**What you are asked to do:** Repeat exactly, and only, the lines of the entries below from the one with "import request from 'supertest';" through the one with "createUser, testPassword, type", both ends included.

**Exercise inputs:**
◆ ◆ ◆ ◆
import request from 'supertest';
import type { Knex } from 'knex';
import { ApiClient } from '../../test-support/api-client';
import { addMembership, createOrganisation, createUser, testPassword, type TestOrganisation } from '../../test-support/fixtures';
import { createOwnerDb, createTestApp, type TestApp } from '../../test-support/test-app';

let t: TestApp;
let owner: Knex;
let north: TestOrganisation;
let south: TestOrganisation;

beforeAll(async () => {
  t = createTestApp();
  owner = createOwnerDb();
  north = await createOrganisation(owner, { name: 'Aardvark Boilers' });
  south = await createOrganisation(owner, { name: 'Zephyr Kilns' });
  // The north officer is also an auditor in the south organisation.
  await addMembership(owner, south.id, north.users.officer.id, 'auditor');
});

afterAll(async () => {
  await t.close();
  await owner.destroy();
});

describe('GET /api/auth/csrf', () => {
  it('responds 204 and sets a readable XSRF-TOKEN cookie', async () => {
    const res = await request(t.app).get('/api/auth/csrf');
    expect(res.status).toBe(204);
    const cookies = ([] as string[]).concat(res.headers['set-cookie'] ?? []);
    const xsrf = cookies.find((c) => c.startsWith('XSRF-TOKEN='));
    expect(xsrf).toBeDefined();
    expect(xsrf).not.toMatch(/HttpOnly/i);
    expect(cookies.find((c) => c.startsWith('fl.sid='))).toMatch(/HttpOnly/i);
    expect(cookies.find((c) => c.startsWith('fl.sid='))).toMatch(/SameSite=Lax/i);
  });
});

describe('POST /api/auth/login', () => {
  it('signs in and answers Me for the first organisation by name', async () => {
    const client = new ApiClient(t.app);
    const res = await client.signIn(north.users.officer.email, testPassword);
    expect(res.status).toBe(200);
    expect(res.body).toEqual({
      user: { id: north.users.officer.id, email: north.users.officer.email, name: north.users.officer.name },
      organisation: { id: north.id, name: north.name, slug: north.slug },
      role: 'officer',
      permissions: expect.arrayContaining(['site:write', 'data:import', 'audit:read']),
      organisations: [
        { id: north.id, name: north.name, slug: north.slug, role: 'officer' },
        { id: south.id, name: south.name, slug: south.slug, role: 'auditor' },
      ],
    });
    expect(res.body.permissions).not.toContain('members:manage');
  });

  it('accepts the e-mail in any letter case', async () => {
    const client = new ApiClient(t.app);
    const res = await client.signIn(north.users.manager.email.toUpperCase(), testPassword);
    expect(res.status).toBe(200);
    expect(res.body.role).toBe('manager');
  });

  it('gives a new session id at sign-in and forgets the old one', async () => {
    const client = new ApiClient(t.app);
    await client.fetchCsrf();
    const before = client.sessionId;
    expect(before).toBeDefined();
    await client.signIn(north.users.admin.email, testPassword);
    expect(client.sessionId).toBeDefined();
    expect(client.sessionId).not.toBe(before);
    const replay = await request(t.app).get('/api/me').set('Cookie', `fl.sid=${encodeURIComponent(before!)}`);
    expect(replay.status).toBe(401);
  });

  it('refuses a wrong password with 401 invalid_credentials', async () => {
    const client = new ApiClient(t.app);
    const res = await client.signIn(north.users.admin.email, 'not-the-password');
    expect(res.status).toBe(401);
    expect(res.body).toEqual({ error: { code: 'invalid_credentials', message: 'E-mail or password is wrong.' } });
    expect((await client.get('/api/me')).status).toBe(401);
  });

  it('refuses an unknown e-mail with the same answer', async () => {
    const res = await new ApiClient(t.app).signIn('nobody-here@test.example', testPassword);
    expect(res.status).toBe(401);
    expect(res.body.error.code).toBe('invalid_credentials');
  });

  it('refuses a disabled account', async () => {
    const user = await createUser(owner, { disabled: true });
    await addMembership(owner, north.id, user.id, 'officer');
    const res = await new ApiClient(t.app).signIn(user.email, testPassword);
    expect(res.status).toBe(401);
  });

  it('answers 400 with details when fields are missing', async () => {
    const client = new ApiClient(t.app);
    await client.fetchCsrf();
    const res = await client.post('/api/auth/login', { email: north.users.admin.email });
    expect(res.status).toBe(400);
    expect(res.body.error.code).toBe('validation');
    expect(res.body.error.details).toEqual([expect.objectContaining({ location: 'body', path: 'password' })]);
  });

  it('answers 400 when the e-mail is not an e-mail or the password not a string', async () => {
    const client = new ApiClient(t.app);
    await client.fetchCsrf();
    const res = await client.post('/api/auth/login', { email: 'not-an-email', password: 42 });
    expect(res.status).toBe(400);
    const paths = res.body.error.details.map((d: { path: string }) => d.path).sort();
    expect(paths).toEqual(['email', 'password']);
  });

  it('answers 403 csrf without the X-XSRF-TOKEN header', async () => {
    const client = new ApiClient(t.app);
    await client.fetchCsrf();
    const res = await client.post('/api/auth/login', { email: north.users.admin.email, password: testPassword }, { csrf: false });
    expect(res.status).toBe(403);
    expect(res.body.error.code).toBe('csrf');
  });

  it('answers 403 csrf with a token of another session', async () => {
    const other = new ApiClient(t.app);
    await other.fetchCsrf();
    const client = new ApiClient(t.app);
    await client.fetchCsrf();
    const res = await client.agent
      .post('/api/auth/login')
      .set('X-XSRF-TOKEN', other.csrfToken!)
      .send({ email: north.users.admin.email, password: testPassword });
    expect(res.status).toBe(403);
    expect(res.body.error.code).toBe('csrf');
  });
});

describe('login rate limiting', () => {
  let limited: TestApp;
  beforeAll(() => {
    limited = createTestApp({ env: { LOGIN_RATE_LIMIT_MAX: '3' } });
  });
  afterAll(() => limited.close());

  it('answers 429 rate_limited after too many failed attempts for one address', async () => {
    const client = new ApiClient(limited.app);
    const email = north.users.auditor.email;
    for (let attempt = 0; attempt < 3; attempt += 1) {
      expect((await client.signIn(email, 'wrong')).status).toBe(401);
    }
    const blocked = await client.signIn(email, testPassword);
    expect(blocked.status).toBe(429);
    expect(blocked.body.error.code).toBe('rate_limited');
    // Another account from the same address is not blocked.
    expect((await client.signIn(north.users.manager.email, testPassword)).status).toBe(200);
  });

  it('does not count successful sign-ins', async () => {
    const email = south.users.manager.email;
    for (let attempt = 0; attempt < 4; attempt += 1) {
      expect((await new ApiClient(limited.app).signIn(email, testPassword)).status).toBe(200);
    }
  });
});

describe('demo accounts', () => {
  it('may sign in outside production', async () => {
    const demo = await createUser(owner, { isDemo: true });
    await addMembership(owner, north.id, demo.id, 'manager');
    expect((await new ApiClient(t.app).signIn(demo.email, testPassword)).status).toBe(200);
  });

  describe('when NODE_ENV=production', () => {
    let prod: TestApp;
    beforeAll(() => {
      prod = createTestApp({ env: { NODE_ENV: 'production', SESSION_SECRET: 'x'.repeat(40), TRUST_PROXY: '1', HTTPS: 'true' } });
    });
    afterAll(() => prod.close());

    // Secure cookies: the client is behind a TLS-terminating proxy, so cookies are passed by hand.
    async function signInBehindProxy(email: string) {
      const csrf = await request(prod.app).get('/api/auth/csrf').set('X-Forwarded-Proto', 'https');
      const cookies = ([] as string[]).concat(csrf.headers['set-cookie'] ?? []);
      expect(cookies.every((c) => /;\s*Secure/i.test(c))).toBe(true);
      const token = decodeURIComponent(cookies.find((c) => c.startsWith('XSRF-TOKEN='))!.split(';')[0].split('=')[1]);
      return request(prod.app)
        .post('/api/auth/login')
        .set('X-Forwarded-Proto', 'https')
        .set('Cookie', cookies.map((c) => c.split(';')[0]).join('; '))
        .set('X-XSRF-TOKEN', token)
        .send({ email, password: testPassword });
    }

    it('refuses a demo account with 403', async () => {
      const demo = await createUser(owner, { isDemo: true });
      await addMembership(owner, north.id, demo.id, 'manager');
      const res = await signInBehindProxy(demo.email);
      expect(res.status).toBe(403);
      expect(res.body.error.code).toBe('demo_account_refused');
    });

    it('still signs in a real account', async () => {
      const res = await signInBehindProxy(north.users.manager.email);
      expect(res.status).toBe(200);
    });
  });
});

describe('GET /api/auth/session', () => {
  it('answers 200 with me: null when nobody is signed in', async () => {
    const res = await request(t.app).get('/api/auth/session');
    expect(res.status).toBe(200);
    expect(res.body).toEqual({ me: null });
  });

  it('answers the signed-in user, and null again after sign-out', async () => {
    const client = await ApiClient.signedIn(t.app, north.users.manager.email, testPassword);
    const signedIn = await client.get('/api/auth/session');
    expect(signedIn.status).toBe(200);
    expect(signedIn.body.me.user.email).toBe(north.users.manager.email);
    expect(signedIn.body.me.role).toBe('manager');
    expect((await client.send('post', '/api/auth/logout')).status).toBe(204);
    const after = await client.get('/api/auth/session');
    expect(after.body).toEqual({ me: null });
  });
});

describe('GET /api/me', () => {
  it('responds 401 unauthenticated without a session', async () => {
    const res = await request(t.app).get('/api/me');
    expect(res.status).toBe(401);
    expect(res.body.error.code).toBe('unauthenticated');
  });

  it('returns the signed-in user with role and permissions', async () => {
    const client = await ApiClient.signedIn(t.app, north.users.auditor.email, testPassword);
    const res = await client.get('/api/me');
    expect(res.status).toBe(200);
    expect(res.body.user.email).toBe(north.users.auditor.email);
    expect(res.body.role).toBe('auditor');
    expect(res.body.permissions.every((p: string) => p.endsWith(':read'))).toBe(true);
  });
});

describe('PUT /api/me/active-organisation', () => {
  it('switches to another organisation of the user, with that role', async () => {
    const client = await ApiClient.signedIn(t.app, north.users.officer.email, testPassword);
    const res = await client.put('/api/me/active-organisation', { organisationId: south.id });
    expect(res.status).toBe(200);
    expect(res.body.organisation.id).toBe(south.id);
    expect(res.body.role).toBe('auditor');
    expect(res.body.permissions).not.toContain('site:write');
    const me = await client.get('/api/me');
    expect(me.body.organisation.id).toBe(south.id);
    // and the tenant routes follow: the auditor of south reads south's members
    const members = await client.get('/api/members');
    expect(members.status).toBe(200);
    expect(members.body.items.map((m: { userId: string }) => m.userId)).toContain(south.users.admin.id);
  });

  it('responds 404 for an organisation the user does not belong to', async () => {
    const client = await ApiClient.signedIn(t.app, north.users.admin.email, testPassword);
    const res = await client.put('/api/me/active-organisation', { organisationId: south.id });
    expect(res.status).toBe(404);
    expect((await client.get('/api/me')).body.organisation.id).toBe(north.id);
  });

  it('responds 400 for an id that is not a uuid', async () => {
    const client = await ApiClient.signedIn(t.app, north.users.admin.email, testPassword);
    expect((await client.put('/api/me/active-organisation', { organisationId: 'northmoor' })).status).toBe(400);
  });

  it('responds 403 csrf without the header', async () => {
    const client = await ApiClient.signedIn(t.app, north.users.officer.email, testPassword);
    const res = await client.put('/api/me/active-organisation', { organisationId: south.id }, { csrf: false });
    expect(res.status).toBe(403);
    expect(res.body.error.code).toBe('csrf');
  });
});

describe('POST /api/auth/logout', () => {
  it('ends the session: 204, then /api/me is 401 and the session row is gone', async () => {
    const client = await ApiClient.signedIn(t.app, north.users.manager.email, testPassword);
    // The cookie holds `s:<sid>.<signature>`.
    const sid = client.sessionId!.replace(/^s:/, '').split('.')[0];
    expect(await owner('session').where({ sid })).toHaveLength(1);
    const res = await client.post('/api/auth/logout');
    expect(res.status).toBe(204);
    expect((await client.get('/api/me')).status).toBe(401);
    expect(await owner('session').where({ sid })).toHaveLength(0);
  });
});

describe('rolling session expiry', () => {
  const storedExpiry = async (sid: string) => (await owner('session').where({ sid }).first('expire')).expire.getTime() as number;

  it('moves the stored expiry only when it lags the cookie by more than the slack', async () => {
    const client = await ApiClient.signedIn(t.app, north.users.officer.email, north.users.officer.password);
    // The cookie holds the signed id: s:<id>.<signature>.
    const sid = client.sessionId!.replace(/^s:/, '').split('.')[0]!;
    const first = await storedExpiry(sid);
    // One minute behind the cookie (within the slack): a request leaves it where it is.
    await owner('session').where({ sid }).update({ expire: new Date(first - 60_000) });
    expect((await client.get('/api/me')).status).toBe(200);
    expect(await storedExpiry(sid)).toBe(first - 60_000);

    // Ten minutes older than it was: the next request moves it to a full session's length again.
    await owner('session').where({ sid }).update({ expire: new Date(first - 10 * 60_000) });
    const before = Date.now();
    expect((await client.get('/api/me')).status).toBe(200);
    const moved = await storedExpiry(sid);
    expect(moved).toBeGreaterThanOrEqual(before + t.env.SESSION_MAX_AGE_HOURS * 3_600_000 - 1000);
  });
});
◆ ◆ ◆ ◆
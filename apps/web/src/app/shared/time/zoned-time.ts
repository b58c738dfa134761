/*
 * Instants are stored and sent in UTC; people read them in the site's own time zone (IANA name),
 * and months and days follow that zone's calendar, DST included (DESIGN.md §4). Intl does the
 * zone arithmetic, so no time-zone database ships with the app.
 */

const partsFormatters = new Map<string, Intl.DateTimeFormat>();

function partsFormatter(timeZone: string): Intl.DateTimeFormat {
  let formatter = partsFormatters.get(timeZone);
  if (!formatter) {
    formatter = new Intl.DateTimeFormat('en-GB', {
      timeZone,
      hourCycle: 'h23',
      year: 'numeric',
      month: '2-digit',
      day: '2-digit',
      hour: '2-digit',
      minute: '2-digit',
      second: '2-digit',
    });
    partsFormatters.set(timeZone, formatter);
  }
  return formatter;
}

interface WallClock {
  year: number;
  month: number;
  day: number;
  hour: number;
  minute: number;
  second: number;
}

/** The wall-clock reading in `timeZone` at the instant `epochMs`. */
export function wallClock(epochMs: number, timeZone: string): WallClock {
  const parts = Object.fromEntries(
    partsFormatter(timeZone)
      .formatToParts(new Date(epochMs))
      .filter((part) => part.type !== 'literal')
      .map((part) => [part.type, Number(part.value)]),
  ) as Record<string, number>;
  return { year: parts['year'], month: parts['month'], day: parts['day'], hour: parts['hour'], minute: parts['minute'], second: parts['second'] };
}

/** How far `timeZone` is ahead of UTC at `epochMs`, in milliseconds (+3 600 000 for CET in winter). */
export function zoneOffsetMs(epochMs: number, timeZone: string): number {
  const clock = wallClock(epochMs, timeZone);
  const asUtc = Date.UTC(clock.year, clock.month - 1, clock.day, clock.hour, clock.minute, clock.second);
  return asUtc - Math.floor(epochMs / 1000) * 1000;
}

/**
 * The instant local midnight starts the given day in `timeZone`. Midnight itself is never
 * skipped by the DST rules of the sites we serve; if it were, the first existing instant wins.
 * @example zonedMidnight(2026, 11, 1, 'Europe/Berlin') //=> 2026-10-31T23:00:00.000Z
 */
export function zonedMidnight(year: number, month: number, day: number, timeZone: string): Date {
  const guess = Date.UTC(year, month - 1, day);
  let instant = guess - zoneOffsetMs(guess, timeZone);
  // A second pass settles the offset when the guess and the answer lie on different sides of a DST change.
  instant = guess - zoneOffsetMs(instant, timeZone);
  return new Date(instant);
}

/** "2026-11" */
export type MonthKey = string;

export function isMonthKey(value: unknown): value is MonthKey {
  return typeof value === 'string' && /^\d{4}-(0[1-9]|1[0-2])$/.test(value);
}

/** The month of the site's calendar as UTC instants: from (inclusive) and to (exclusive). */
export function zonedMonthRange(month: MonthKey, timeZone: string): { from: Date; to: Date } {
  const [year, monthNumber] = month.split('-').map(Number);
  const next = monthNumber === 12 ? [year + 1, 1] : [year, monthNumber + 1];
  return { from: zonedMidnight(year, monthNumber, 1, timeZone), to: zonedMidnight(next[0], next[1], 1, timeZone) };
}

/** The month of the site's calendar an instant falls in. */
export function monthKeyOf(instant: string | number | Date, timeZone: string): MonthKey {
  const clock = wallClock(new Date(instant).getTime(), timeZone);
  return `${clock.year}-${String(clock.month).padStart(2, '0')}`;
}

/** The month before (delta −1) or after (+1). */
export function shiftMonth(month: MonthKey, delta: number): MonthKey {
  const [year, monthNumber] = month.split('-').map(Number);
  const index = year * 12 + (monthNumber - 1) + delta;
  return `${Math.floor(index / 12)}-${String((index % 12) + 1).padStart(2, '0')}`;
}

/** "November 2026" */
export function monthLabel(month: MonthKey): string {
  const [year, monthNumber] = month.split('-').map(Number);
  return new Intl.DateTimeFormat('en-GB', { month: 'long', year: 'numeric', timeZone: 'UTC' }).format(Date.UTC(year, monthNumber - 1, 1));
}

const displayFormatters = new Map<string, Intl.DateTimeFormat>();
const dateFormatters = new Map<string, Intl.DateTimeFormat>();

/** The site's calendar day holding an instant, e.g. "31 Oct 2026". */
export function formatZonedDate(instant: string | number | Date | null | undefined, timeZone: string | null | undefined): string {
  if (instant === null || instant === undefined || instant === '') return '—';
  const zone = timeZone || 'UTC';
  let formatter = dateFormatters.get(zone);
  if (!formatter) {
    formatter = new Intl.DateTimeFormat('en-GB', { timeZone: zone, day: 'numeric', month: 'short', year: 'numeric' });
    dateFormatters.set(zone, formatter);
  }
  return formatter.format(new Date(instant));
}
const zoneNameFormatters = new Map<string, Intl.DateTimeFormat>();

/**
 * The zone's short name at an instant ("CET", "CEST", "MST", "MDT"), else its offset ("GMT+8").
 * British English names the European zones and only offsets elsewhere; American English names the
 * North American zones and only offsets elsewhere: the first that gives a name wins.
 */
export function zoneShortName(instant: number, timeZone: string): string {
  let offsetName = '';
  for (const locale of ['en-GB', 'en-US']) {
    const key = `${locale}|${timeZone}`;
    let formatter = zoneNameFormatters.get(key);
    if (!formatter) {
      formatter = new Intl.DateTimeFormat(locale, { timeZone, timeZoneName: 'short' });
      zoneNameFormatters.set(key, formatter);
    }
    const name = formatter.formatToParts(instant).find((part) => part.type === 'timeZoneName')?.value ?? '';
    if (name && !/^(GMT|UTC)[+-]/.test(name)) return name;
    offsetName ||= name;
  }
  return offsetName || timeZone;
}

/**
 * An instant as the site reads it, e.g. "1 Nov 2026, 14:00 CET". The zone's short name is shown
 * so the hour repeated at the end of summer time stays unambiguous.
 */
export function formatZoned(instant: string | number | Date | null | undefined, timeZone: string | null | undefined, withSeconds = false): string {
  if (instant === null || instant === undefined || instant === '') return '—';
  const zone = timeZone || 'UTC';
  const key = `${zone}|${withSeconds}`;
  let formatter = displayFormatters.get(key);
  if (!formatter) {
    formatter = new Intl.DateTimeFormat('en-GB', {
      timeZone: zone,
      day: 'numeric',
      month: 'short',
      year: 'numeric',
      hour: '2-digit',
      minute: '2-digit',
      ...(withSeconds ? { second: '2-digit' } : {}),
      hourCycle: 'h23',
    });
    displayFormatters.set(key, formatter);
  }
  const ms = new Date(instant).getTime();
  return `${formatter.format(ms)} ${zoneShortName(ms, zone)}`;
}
◆ ◆ ◆ ◆
**Answer area:**
import request from 'supertest';
import type { Knex } from 'knex';
import { ApiClient } from '../../test-support/api-client';
import { addMembership, createOrganisation, createUser, testPassword, type TestOrganisation } from '../../test-support/fixtures';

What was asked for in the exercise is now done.